WORK INSTRUCTIONS:
In the records below, find the line with "std::vector<double> sum(system.n_quadratures(), 0.0);" and the line with "for (const Conserved"; return exactly those lines and every line between them.

Dataset entries:
== Segment start ==

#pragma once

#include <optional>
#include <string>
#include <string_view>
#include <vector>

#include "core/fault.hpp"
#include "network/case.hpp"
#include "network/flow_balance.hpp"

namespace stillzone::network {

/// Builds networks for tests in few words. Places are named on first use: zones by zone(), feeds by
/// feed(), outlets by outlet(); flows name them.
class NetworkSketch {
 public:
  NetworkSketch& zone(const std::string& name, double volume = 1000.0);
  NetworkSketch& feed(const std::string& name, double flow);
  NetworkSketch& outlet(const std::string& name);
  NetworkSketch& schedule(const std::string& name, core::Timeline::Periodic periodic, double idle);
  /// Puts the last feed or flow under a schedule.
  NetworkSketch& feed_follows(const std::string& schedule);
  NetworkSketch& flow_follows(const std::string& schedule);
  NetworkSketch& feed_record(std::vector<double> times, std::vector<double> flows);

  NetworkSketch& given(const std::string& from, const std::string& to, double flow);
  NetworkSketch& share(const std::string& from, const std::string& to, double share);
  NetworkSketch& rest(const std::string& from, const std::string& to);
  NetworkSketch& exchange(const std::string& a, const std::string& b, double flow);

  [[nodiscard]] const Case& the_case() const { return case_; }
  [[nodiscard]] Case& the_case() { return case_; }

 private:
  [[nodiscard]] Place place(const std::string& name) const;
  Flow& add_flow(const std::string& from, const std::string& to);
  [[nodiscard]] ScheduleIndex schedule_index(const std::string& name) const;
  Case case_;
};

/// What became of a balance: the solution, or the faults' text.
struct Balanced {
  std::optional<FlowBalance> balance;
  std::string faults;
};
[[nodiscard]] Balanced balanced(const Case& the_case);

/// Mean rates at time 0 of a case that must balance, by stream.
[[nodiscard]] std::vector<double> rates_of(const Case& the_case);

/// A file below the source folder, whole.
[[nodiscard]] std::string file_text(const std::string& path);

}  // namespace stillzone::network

== Segment end ==
== Segment start ==

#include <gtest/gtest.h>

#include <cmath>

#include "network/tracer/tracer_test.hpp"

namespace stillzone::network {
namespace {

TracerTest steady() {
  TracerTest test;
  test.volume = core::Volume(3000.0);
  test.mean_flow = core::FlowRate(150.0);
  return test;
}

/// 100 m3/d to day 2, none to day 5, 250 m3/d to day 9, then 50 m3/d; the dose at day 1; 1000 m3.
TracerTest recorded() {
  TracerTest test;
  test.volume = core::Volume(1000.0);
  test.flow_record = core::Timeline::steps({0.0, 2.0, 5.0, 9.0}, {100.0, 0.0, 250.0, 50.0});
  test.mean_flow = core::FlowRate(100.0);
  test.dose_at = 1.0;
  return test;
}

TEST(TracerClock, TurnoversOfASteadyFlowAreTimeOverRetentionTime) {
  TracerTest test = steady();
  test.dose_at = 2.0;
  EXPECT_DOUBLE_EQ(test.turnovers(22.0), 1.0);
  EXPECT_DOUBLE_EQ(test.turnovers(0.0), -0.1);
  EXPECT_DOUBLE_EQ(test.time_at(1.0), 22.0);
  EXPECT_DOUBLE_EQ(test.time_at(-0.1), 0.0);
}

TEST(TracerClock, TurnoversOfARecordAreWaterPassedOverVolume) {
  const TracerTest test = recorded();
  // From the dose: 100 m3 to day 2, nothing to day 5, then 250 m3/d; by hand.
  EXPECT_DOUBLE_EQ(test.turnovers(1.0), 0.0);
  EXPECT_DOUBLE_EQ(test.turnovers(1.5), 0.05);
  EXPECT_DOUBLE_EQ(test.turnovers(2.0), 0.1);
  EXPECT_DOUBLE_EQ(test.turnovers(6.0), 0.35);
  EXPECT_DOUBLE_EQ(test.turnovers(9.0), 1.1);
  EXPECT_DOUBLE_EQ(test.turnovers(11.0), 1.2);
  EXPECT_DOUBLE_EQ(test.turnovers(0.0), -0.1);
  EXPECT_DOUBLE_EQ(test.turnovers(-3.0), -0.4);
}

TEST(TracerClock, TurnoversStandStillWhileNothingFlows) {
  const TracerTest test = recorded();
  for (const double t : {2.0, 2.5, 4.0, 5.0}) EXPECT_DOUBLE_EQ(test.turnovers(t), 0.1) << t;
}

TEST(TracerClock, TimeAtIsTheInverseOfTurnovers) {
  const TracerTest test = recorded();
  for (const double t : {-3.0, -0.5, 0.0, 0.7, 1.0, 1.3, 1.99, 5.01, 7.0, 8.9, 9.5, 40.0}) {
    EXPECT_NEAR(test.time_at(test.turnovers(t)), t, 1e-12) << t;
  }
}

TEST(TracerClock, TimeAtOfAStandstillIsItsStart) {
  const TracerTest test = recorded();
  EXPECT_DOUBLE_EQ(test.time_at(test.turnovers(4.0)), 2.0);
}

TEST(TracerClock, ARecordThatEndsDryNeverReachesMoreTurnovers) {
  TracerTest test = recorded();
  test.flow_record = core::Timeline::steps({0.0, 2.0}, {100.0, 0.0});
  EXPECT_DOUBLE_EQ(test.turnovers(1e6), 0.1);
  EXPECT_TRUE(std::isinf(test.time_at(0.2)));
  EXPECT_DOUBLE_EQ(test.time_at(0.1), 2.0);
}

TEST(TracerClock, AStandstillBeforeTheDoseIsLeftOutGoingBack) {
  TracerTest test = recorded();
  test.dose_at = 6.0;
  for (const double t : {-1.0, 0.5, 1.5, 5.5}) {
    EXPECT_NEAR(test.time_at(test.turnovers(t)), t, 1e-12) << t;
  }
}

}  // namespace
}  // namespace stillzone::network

== Segment end ==
== Segment start ==

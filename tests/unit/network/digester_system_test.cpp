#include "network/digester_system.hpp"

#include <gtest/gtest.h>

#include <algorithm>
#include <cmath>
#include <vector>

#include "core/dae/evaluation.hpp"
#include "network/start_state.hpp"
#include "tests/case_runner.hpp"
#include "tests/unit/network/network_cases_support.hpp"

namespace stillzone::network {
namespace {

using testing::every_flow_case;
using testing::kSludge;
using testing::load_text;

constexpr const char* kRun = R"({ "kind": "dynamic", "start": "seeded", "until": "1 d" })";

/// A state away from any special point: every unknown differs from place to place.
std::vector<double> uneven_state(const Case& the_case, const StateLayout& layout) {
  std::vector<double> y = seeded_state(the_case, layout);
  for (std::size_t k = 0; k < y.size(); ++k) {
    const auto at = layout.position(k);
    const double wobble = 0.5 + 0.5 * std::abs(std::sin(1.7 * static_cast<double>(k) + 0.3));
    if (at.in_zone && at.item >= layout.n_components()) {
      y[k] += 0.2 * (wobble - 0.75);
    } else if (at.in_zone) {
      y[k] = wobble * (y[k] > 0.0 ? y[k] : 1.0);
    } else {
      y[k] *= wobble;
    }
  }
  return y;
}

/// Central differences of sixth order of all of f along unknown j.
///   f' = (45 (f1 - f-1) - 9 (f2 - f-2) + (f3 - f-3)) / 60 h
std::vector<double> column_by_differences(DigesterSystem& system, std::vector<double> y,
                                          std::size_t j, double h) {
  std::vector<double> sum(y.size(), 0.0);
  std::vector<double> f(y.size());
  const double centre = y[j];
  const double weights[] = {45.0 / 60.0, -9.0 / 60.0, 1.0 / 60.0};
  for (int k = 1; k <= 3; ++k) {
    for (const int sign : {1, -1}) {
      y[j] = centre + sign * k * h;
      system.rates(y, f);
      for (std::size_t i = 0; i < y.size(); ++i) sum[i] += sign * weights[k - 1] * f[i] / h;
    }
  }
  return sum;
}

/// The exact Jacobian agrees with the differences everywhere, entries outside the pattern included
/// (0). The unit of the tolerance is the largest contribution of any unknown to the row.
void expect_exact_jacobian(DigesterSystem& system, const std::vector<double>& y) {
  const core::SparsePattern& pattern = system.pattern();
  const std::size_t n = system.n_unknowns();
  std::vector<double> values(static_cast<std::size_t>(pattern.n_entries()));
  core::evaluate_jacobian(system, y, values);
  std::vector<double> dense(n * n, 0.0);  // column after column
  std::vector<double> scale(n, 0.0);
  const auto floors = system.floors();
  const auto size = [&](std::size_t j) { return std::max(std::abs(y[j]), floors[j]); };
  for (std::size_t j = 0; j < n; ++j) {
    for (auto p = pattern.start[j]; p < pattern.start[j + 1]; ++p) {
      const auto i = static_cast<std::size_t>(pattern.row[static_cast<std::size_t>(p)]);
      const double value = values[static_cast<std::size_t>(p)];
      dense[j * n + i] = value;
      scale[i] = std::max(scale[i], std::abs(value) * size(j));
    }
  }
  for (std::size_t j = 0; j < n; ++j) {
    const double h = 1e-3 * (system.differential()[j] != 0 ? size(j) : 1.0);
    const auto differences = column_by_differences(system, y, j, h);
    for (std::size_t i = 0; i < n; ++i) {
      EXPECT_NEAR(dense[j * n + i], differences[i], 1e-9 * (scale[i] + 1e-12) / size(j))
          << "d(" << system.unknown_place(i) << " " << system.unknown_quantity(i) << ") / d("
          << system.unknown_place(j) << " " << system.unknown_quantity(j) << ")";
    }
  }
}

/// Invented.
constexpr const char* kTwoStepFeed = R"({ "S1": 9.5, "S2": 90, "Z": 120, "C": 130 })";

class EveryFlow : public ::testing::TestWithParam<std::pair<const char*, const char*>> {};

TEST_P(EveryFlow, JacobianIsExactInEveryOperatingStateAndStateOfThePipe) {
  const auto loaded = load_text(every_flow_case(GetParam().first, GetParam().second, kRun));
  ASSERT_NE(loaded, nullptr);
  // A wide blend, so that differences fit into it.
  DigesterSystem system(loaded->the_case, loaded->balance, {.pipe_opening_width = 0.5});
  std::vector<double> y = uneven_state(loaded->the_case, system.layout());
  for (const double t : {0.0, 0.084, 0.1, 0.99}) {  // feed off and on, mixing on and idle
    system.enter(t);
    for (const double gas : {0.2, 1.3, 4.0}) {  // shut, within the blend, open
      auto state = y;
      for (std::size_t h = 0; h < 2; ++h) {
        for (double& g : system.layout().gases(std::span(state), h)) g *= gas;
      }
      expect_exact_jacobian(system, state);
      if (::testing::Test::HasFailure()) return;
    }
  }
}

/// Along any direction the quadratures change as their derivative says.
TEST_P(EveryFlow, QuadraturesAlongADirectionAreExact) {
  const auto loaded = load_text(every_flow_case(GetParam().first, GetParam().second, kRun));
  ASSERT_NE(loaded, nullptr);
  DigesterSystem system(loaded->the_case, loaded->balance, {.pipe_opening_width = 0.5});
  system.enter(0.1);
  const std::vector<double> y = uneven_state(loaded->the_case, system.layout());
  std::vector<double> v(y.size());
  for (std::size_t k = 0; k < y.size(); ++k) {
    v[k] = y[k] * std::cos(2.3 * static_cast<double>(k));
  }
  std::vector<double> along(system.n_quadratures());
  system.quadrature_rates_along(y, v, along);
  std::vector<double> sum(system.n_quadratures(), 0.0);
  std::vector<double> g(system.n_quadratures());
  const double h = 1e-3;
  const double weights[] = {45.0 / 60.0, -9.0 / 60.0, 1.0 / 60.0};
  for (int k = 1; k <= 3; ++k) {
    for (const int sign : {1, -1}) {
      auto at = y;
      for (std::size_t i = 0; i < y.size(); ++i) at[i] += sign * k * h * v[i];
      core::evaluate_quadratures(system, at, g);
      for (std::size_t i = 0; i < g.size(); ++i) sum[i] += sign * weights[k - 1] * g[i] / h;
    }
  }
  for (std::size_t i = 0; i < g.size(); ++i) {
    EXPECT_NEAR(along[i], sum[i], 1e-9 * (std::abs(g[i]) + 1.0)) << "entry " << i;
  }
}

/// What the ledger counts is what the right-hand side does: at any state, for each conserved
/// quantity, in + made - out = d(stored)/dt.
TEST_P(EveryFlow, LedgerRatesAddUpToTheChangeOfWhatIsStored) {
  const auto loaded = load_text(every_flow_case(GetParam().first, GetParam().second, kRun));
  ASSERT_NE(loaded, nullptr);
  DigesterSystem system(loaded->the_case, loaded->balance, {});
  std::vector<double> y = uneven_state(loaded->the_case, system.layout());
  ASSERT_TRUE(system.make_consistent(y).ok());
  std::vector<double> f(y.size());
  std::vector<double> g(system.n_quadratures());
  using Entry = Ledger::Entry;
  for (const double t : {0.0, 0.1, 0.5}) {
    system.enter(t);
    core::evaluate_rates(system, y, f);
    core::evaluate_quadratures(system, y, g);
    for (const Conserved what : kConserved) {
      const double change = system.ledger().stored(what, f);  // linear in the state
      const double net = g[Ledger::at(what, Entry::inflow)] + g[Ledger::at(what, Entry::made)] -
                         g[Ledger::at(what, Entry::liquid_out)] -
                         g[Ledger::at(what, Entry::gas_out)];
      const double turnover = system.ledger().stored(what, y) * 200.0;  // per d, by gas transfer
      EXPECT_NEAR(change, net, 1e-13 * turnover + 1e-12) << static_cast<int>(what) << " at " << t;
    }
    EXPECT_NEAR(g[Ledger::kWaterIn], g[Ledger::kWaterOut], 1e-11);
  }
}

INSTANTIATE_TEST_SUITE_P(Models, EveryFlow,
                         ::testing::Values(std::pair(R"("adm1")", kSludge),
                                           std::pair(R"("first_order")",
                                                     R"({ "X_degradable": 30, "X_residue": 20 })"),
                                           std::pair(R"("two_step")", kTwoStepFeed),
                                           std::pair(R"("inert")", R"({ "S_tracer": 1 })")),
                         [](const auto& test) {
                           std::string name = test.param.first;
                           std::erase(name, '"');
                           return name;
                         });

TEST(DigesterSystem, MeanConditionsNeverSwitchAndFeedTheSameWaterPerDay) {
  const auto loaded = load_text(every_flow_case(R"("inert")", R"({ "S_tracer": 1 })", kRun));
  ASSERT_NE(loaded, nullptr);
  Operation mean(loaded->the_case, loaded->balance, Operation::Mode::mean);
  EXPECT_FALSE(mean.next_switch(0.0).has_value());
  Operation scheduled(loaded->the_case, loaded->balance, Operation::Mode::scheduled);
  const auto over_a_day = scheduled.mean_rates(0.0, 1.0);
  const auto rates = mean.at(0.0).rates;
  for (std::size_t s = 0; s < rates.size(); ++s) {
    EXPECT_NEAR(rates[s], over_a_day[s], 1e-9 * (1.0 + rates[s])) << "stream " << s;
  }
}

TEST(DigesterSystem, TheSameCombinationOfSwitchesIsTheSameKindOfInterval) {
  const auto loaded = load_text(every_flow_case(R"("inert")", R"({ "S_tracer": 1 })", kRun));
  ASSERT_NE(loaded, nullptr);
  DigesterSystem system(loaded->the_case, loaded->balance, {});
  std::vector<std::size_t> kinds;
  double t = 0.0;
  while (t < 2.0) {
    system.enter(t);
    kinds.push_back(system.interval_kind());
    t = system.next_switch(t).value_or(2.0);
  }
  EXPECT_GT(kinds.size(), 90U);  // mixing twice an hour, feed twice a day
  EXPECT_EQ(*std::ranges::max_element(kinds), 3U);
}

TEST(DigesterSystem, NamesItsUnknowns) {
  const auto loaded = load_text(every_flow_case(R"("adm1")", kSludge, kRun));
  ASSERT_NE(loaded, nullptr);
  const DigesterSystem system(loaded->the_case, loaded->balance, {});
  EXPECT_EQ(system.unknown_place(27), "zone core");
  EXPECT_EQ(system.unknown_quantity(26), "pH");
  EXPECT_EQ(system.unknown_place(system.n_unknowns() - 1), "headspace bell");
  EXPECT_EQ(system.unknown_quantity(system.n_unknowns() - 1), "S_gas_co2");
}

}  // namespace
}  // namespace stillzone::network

== Segment end ==

RESULT OF THE EXERCISE:
  std::vector<double> sum(system.n_quadratures(), 0.0);
  std::vector<double> g(system.n_quadratures());
  const double h = 1e-3;
  const double weights[] = {45.0 / 60.0, -9.0 / 60.0, 1.0 / 60.0};
  for (int k = 1; k <= 3; ++k) {
    for (const int sign : {1, -1}) {
      auto at = y;
      for (std::size_t i = 0; i < y.size(); ++i) at[i] += sign * k * h * v[i];
      core::evaluate_quadratures(system, at, g);
      for (std::size_t i = 0; i < g.size(); ++i) sum[i] += sign * weights[k - 1] * g[i] / h;
    }
  }
  for (std::size_t i = 0; i < g.size(); ++i) {
    EXPECT_NEAR(along[i], sum[i], 1e-9 * (std::abs(g[i]) + 1.0)) << "entry " << i;
  }
}

/// What the ledger counts is what the right-hand side does: at any state, for each conserved
/// quantity, in + made - out = d(stored)/dt.
TEST_P(EveryFlow, LedgerRatesAddUpToTheChangeOfWhatIsStored) {
  const auto loaded = load_text(every_flow_case(GetParam().first, GetParam().second, kRun));
  ASSERT_NE(loaded, nullptr);
  DigesterSystem system(loaded->the_case, loaded->balance, {});
  std::vector<double> y = uneven_state(loaded->the_case, system.layout());
  ASSERT_TRUE(system.make_consistent(y).ok());
  std::vector<double> f(y.size());
  std::vector<double> g(system.n_quadratures());
  using Entry = Ledger::Entry;
  for (const double t : {0.0, 0.1, 0.5}) {
    system.enter(t);
    core::evaluate_rates(system, y, f);
    core::evaluate_quadratures(system, y, g);
    for (const Conserved what : kConserved) {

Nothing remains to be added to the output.